JayBizzle / Crawler-Detect

🕷 CrawlerDetect is a PHP class for detecting bots/crawlers/spiders via the user agent
https://crawlerdetect.io
MIT License
2k stars 259 forks source link

Performance and general clean up #312

Closed MaxGiting closed 5 years ago

MaxGiting commented 5 years ago

I haven't done any comparisons yet. But removing regexes and shortening others can only help right!

So far I have:

I've made sure that every regex removed had a related user agent in the tests.

I am going to shorten a lot of the really long regexes as they just don't need to be so long.

What are peoples thoughts on adding the word extractor to the generic regex?

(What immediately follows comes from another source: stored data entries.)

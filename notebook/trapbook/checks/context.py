"""What every check reads: the run, its settings, the strain and alignment results, when
each line went in, the reagent table, and the small wording helpers the messages share."""

from __future__ import annotations

from dataclasses import dataclass

from .. import amounts
from ..errors import TrapbookError
from ..records import Run
from .settings import CheckSettings


@dataclass
class Timeline:
    """When each line first went into the flask (0-based step index), from the ordered steps."""

    first: dict[str, int]
    unknown: dict[str, list[int]]  # name as written -> 1-based steps

    def step_of(self, name: str) -> int | None:
        return self.first.get(name.casefold())

    def present(self, run: Run, index: int) -> list:
        """Lines in the flask during step `index`; a line no step adds counts as present (the cautious view)."""
        return [ln for ln in run.lines if (s := self.step_of(ln.name)) is None or s <= index]


def timeline(run: Run) -> Timeline:
    first: dict[str, int] = {}
    unknown: dict[str, list[int]] = {}
    for i, step in enumerate(run.steps):
        for name in step.add:
            line = run.line(name)
            if line is None:
                unknown.setdefault(name, []).append(i + 1)
                continue
            first.setdefault(line.name.casefold(), i)
    return Timeline(first, unknown)


@dataclass
class Context:
    run: Run
    settings: CheckSettings
    strain: dict | None
    alignment: dict | None
    timeline: Timeline
    table: amounts.AmountTable | None = None
    table_error: TrapbookError | None = None

    def row(self, name: str):
        return self.table.line(name) if self.table is not None else None


def line_names(lines) -> list[str]:
    return [ln.name for ln in lines]


def join_and(parts: list[str]) -> str:
    if len(parts) <= 1:
        return "".join(parts)
    return ", ".join(parts[:-1]) + " and " + parts[-1]


def listing(names: list[str]) -> str:
    return join_and([f"'{n}'" for n in names])


def temp_c(step) -> float | None:
    """The step's highest temperature (the top of a ramp): what boiling-point and pressure checks use."""
    return step.max_temp_c()


def first_step(tl: Timeline, lines) -> int | None:
    found = [s for ln in lines if (s := tl.step_of(ln.name)) is not None]
    return min(found) if found else None
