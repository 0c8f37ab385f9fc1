"""The thresholds a lab may set for itself (`CheckSettings`), each default with its source."""

from __future__ import annotations

import dataclasses
from dataclasses import dataclass
from typing import Any

from ..bench_words import OVERNIGHT_H, ROOM_TEMPERATURE_C, BenchWords
from ..errors import TrapbookError

#: Where each default threshold comes from; shown in docs and kept next to the values.
SETTING_SOURCES: dict[str, str] = {
    "trap_min_equiv": "common practice, no source",
    "fluoride_min_per_silyl": "stoichiometry: one fluoride is consumed per Si-C bond cleaved",
    "water_warn_per_precursor": "common practice, no source",
    "tbaf_solution_water_per_fluoride": "docs/sources.md: commercial 1.0 M TBAF in THF, about 5 wt% water (supplier specification, from memory)",
    "solution_density_g_ml": "common practice, no source (about the density of a 1 M salt solution in THF)",
    "concentration_low_M": "common practice, no source",
    "concentration_high_M": "common practice, no source",
    "bp_margin_c": "common practice, no source",
    "mp_margin_c": "common practice, no source",
    "yield_max_pct": "definition of yield",
    "mass_balance_max_pct": "common practice, no source (about the error of weighing and NMR integration)",
    "ee_tolerance_pct": "common practice, no source (about the error of a chiral HPLC integration)",
    "headspace_ml": "common practice, no source (a typical pressure tube headspace, used for the gas estimate when the run gives no vessel)",
    "vessel_fill_max_pct": "common practice, no source (fill a sealed vessel to no more than about half its volume)",
    "yield_disagree_pct": "common practice, no source (isolated and NMR yields of one product usually agree within this many points)",
    "hrms_ppm_max": "common practice, no source (most journals accept an HRMS formula match within 5 ppm; docs/sources.md, Exact masses)",
    "weighed_diff_max_pct": "common practice, no source (a weighed amount more than this far from the plan is worth a second look)",
    "room_temperature_c": "common practice, no source (what a run file's 'rt' stands for, 15-30 °C; docs/sources.md, Bench words)",
    "overnight_h": "common practice, no source (what a run file's 'overnight' or 'o/n' stands for, 6-24 h; docs/sources.md, Bench words)",
}


@dataclass
class CheckSettings:
    """Thresholds a lab may set differently; stored as a notebook-level setting.

    Defaults and their sources are in `SETTING_SOURCES`.
    """

    trap_min_equiv: float = 2.0
    fluoride_min_per_silyl: float = 1.0
    water_warn_per_precursor: float = 1.0
    tbaf_solution_water_per_fluoride: float = 2.5
    solution_density_g_ml: float = 0.90
    concentration_low_M: float = 0.01
    concentration_high_M: float = 1.0
    bp_margin_c: float = 0.0
    mp_margin_c: float = 0.0
    yield_max_pct: float = 100.0
    mass_balance_max_pct: float = 105.0
    ee_tolerance_pct: float = 2.0
    headspace_ml: float = 10.0
    vessel_fill_max_pct: float = 50.0
    yield_disagree_pct: float = 15.0
    hrms_ppm_max: float = 5.0
    weighed_diff_max_pct: float = 10.0
    room_temperature_c: float = ROOM_TEMPERATURE_C  # the bench's words (bench_words), set like the thresholds
    overnight_h: float = OVERNIGHT_H

    def __post_init__(self) -> None:
        for f in dataclasses.fields(self):
            v = getattr(self, f.name)
            if isinstance(v, bool) or not isinstance(v, (int, float)) or v != v or v in (float("inf"), float("-inf")):
                raise TrapbookError(f"check setting '{f.name}' must be a number (got {v!r})", "give a plain number")
            setattr(self, f.name, float(v))
        positive = [f.name for f in dataclasses.fields(self) if not f.name.endswith("_margin_c")]
        bad = [n for n in positive if getattr(self, n) <= 0]
        if bad:
            raise TrapbookError(f"check settings must be greater than zero: {', '.join(bad)}", "give positive numbers")
        BenchWords(self.room_temperature_c, self.overnight_h)  # refuses a room temperature or overnight out of range
        if self.concentration_low_M >= self.concentration_high_M:
            raise TrapbookError(
                "concentration_low_M must be below concentration_high_M",
                f"got {self.concentration_low_M:g} M and {self.concentration_high_M:g} M",
            )

    def to_dict(self) -> dict:
        return dataclasses.asdict(self)

    @classmethod
    def from_dict(cls, data: Any) -> CheckSettings:
        """Settings from a stored dict; missing keys keep their defaults, unknown keys are an error."""
        if data is None:
            return cls()
        if not isinstance(data, dict):
            raise TrapbookError("check settings must be a JSON object of name: number", f"got {type(data).__name__}")
        known = {f.name for f in dataclasses.fields(cls)}
        unknown = sorted(set(data) - known)
        if unknown:
            raise TrapbookError(
                f"unknown check setting(s): {', '.join(map(str, unknown))}", f"known settings are: {', '.join(sorted(known))}"
            )
        return cls(**data)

This would eliminate the need for another 6 regexes which I feel are so specific to bots.

JayBizzle commented 5 years ago

LGTM 👍

MaxGiting commented 5 years ago
MaxGiting commented 5 years ago

If there is whitespace in a regex, is there a rule that it must be "escaped" with a backslash? I vaguely remember this is due to people using the raw export not because of PHP.

For example this line and the next differ.

https://github.com/JayBizzle/Crawler-Detect/blob/0935d1eb9932f1109c740ae0aa1d9c0c6dc0c8a5/src/Fixtures/Crawlers.php#L557 https://github.com/JayBizzle/Crawler-Detect/blob/0935d1eb9932f1109c740ae0aa1d9c0c6dc0c8a5/src/Fixtures/Crawlers.php#L558

MaxGiting commented 5 years ago

44 regexs removed. A lot of tidying up as well. All listed below.

MaxGiting commented 5 years ago

Seen roughly a 4 - 6% increase in speed. It will easily be eaten up as we add more user agents, but a good clean out none the less.